[Opening MATERIAL FOR THE TASK section]

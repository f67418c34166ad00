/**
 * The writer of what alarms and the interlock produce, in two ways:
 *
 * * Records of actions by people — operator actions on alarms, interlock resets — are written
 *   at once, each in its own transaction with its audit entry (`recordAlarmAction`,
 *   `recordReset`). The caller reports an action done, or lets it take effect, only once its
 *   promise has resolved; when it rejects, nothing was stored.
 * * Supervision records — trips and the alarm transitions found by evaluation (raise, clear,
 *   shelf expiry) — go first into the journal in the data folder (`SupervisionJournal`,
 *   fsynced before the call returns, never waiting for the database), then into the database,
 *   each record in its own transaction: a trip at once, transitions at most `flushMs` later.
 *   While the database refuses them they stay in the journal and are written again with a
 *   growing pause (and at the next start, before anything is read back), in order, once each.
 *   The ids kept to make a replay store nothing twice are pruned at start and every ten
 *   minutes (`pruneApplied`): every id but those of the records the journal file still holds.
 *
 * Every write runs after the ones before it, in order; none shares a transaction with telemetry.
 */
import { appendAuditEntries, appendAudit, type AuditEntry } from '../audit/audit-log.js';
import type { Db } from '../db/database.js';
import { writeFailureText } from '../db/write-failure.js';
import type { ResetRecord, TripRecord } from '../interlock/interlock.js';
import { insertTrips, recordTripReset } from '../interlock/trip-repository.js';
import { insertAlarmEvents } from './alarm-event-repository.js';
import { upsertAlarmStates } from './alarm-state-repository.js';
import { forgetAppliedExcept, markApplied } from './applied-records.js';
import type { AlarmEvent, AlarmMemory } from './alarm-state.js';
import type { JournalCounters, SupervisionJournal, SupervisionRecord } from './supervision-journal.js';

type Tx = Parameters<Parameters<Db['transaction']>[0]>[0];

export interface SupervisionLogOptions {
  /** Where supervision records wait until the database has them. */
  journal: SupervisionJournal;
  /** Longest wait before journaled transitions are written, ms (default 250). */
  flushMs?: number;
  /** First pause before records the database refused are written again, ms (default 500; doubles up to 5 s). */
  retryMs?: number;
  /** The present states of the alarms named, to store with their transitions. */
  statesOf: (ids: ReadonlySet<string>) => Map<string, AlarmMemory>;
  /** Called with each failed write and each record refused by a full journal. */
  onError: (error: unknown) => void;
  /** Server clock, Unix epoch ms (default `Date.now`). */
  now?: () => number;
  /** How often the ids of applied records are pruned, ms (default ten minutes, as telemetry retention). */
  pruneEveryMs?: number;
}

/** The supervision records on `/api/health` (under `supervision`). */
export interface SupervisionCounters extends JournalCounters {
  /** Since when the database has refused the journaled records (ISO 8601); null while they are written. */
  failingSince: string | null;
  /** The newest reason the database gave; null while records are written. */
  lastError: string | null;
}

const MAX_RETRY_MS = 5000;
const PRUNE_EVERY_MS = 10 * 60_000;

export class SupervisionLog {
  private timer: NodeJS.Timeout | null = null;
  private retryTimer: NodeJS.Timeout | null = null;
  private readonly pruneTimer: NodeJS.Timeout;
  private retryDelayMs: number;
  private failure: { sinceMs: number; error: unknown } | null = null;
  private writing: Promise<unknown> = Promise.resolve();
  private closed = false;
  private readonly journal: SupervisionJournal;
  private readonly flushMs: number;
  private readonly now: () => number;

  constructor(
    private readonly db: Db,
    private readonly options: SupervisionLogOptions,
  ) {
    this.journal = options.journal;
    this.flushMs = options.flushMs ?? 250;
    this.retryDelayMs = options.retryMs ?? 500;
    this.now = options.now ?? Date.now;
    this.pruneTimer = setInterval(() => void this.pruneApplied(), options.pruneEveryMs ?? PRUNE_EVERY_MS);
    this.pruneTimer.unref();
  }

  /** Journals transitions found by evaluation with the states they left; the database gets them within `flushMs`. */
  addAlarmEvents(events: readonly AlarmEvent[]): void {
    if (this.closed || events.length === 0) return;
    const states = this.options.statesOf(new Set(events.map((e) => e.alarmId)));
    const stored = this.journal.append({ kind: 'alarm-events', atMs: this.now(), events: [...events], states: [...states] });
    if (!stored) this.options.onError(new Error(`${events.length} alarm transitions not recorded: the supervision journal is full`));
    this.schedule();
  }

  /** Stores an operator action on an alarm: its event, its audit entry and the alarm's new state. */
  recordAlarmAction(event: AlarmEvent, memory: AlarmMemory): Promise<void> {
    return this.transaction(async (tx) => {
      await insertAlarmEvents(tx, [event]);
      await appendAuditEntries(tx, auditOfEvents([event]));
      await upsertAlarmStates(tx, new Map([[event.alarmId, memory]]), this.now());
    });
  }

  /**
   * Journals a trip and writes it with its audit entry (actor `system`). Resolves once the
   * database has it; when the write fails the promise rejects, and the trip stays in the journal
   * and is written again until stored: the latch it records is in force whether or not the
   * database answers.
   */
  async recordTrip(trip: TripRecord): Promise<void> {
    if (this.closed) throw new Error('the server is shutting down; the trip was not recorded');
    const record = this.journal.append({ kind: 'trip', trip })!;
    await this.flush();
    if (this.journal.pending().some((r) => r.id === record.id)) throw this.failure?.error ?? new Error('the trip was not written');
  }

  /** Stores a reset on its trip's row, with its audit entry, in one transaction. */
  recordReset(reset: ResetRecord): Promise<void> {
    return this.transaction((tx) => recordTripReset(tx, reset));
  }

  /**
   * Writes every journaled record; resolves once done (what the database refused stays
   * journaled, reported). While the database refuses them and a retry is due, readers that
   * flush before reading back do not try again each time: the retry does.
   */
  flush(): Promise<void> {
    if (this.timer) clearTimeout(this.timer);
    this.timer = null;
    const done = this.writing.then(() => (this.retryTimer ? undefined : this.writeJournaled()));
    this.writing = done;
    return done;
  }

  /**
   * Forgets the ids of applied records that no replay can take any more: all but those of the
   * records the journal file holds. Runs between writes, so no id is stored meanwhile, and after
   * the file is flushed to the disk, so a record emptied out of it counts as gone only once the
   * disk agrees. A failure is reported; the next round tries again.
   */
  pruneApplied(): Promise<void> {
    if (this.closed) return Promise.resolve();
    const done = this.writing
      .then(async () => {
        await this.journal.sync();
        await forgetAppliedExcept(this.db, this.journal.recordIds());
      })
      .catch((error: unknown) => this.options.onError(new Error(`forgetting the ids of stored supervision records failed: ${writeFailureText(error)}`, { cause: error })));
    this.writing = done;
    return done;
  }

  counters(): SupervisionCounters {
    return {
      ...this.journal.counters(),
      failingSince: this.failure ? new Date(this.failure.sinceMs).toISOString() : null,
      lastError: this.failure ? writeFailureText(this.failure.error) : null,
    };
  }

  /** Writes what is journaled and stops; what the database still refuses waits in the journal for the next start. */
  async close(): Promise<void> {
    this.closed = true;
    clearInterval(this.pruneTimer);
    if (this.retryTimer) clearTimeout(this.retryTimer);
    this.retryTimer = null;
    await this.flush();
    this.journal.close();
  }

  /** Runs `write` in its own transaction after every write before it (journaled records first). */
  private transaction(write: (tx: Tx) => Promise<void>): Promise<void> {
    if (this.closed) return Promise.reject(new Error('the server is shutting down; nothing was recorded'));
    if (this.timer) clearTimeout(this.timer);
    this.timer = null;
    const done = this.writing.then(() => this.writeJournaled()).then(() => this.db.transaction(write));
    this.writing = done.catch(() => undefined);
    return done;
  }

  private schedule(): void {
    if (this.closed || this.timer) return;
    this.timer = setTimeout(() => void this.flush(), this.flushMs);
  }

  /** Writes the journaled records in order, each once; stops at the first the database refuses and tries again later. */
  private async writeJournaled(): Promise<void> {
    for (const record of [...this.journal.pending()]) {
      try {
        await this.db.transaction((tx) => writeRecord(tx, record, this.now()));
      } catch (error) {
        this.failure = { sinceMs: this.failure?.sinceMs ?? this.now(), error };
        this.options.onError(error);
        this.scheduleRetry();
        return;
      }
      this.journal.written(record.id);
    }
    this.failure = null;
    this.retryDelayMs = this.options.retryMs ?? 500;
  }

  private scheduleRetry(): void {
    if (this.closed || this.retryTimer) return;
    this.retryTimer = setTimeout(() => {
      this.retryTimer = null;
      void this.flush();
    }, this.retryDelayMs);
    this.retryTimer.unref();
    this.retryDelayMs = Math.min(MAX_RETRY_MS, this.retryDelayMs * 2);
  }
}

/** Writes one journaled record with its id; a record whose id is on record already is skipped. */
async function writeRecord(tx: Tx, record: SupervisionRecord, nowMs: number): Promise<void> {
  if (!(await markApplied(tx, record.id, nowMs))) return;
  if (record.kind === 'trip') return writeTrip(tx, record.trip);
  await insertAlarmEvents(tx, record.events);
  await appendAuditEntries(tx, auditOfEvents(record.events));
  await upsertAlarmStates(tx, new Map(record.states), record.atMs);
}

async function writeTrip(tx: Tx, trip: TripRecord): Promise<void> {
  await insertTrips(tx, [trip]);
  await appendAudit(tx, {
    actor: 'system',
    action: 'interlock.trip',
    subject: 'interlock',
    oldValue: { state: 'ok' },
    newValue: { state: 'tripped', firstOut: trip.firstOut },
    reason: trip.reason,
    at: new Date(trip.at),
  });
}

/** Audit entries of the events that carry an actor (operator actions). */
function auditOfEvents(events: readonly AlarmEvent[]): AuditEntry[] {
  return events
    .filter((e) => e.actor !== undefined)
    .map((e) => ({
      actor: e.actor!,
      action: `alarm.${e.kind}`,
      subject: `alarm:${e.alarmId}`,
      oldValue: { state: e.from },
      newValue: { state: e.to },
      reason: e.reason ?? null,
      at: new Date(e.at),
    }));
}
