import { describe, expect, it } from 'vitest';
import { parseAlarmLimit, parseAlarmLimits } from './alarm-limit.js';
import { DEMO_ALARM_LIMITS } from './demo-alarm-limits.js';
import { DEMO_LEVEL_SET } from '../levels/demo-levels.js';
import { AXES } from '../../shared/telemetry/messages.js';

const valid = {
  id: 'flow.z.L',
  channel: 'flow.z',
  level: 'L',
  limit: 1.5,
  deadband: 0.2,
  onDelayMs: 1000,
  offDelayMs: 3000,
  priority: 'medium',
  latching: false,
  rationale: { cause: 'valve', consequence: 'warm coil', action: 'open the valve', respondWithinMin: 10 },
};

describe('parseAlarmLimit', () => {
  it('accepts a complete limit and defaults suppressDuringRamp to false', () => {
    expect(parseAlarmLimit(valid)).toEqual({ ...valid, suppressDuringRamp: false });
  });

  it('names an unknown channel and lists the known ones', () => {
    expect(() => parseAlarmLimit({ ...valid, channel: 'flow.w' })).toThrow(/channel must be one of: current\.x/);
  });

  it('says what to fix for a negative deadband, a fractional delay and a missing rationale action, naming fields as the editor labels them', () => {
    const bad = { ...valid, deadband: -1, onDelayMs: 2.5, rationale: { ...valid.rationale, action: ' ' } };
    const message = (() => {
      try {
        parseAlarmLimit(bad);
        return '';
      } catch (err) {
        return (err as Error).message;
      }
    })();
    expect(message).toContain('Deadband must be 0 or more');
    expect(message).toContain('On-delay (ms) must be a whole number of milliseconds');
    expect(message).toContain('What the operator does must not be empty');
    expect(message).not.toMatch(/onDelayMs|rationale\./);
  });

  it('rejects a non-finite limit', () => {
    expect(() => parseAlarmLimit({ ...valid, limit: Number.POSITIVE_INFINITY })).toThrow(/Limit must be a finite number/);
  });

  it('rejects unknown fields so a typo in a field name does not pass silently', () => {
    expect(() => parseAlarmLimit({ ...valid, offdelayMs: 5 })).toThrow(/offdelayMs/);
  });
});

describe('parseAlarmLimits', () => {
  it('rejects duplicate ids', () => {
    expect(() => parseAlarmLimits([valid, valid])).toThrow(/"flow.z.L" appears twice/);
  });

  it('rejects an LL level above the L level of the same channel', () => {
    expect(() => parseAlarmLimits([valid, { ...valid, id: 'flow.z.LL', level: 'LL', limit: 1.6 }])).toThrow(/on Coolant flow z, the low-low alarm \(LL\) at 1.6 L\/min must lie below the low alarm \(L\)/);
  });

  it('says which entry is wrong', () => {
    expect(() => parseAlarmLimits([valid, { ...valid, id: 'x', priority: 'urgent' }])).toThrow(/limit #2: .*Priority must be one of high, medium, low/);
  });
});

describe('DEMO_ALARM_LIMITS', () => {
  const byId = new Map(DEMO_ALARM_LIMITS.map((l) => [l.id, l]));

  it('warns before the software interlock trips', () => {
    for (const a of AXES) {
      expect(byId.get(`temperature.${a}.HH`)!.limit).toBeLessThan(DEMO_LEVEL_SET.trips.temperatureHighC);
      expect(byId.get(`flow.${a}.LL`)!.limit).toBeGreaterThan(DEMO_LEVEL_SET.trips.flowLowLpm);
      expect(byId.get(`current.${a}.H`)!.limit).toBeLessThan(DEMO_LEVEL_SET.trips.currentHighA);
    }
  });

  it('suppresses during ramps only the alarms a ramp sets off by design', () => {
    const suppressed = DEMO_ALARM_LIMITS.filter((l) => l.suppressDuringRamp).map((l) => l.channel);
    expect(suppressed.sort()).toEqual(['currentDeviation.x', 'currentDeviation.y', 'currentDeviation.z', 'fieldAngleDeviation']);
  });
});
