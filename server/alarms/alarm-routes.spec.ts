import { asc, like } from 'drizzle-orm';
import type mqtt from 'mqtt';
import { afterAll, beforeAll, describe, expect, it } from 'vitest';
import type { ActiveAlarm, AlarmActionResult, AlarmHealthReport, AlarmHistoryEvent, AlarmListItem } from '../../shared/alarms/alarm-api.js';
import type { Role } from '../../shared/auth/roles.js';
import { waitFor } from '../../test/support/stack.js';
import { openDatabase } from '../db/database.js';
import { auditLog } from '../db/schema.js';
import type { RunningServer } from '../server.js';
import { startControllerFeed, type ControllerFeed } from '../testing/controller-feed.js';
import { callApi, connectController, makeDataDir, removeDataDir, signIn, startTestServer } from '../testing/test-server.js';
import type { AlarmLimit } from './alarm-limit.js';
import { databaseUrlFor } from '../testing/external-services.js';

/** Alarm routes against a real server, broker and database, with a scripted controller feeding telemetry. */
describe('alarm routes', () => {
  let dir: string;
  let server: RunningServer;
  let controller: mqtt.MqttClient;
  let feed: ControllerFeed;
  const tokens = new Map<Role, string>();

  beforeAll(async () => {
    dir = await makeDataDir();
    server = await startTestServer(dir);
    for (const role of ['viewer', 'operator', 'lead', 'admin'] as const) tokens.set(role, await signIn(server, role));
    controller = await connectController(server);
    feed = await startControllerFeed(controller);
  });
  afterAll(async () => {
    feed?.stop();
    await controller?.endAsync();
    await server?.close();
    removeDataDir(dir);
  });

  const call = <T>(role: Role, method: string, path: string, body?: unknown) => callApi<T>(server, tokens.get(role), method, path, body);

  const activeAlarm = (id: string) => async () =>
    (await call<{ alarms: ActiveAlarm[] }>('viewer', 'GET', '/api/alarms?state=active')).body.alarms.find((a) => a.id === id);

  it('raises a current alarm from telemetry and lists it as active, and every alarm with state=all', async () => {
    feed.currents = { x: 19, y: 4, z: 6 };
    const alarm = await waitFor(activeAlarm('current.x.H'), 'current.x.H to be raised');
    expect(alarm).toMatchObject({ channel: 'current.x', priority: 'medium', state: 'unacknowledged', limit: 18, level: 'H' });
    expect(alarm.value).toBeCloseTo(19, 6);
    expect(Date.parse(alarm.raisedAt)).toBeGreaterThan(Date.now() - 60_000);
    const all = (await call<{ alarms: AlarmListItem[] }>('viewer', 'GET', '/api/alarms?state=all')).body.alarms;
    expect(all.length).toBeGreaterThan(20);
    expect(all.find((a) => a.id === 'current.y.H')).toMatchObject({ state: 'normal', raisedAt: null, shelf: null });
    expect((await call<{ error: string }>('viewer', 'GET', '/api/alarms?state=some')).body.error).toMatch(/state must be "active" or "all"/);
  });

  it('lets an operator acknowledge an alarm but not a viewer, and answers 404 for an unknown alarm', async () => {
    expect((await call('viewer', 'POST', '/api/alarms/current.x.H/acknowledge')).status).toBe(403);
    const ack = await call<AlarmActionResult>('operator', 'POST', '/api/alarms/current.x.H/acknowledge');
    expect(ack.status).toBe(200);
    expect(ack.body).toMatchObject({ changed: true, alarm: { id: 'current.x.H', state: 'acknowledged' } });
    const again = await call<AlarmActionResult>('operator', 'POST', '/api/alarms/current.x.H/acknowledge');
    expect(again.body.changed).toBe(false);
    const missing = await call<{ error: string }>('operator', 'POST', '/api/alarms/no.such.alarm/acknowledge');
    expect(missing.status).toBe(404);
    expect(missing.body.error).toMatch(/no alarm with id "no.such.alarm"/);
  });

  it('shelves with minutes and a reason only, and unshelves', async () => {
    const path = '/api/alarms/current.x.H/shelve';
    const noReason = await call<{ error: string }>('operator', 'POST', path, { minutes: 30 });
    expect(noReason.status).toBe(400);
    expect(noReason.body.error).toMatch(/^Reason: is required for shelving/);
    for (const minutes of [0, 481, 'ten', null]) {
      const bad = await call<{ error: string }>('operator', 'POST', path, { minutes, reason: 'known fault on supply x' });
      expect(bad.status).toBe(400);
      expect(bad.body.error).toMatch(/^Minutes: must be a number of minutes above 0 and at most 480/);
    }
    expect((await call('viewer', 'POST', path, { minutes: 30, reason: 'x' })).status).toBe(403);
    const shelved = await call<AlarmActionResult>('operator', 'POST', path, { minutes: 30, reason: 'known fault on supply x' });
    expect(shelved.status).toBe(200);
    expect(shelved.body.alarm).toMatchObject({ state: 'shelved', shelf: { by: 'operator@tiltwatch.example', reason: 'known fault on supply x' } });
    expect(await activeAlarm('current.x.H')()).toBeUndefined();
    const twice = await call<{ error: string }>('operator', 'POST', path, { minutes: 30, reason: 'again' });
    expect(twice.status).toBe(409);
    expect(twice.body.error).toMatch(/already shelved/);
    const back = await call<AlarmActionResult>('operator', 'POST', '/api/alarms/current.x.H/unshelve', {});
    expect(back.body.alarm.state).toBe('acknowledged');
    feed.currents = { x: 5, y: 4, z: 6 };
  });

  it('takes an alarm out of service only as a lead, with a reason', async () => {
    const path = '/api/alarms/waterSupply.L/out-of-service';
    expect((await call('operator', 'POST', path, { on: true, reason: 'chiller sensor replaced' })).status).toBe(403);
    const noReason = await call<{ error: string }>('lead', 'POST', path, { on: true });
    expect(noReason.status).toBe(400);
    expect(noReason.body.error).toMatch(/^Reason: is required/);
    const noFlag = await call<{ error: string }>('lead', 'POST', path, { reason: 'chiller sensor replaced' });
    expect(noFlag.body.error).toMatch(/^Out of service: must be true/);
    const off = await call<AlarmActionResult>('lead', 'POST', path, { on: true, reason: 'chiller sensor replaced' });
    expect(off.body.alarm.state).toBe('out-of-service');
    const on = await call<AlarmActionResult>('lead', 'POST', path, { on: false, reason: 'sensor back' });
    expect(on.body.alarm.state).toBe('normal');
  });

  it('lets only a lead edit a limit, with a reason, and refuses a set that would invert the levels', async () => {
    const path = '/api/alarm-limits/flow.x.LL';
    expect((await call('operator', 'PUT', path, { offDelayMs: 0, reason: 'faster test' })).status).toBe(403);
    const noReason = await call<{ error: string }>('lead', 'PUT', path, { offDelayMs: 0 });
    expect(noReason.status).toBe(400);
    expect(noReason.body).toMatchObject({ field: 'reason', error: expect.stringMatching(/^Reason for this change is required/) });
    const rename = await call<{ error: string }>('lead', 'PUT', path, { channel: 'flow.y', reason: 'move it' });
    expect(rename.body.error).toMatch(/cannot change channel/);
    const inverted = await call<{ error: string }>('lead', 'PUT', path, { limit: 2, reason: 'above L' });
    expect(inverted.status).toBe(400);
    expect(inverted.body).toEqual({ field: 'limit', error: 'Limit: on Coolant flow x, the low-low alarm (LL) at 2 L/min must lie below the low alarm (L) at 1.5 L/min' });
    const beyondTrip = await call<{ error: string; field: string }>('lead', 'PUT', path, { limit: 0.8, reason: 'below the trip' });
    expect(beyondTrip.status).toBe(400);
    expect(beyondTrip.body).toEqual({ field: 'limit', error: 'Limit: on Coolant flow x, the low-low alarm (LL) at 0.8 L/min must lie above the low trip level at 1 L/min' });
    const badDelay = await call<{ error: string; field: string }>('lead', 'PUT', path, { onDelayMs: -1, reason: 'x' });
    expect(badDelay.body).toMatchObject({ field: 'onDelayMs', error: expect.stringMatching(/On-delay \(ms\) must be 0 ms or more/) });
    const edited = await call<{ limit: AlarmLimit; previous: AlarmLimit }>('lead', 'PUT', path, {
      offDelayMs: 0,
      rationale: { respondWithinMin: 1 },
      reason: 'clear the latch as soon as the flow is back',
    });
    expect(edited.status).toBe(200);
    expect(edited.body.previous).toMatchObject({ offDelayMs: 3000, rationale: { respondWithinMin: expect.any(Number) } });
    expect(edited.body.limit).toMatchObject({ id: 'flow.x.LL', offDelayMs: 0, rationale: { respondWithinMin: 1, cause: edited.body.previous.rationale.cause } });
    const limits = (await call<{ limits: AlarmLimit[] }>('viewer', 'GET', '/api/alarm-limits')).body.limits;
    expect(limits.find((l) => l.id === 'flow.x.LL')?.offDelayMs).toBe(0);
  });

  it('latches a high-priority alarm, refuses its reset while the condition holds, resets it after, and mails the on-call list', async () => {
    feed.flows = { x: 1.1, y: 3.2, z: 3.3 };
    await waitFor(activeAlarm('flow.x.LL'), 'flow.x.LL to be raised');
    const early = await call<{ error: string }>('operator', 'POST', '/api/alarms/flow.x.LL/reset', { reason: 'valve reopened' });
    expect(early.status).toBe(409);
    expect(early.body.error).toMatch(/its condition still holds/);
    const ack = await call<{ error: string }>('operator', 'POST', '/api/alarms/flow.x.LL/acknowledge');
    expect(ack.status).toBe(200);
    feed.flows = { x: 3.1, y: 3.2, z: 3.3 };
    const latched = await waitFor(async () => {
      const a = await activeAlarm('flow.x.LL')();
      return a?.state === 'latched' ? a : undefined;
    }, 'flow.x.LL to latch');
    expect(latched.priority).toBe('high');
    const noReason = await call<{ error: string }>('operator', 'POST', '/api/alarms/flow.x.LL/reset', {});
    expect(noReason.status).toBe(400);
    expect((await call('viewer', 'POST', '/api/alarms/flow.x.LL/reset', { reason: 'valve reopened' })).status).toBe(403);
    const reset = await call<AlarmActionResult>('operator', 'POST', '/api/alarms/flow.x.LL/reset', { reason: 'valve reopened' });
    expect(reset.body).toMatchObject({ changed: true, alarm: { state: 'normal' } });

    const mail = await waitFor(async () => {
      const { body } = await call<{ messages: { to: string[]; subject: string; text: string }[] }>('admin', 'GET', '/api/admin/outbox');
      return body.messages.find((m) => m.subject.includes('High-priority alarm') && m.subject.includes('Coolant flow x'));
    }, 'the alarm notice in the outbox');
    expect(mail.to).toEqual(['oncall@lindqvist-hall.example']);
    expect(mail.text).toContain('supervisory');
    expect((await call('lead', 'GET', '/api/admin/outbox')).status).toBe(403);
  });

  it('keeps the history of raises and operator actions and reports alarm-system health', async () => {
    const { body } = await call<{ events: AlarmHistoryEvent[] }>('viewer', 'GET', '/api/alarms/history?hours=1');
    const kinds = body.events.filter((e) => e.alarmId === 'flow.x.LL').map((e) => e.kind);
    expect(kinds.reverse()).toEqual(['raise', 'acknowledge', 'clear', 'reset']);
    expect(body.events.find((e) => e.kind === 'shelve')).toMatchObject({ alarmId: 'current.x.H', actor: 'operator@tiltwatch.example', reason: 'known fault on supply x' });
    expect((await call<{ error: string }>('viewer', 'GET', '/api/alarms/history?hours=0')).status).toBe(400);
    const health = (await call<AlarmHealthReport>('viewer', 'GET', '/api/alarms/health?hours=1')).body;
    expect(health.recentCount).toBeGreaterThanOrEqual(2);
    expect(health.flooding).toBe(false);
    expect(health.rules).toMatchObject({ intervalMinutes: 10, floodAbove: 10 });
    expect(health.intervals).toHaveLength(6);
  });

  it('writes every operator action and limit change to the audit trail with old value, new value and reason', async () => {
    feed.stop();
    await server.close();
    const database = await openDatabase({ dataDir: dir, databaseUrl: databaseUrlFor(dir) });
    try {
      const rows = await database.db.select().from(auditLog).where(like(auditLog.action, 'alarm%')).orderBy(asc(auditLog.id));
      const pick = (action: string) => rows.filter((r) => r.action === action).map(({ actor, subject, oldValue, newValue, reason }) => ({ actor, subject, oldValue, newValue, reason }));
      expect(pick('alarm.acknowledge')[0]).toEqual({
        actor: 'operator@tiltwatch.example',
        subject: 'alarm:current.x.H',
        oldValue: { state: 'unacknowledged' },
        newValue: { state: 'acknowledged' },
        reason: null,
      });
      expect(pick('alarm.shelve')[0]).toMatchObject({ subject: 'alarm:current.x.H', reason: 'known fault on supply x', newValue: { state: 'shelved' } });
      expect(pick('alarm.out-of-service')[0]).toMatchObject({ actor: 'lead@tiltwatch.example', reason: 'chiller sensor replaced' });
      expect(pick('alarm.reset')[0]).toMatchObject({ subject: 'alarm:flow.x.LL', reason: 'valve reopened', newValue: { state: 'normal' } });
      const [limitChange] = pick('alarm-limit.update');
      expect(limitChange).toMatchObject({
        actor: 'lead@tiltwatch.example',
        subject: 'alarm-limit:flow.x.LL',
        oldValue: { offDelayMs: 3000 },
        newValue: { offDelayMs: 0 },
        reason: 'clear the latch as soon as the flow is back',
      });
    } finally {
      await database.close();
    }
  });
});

[Closing MATERIAL FOR THE TASK section]

WHAT IS NEEDED: Take the lines from the first line of the records through the line holding "at once, each", both included, and please reproduce them exactly with nothing added.

RESULT FOR THIS EXERCISE:
repository f67418c34166ad00
/**
 * The writer of what alarms and the interlock produce, in two ways:
 *
 * * Records of actions by people — operator actions on alarms, interlock resets — are written
 *   at once, each in its own transaction with its audit entry (`recordAlarmAction`,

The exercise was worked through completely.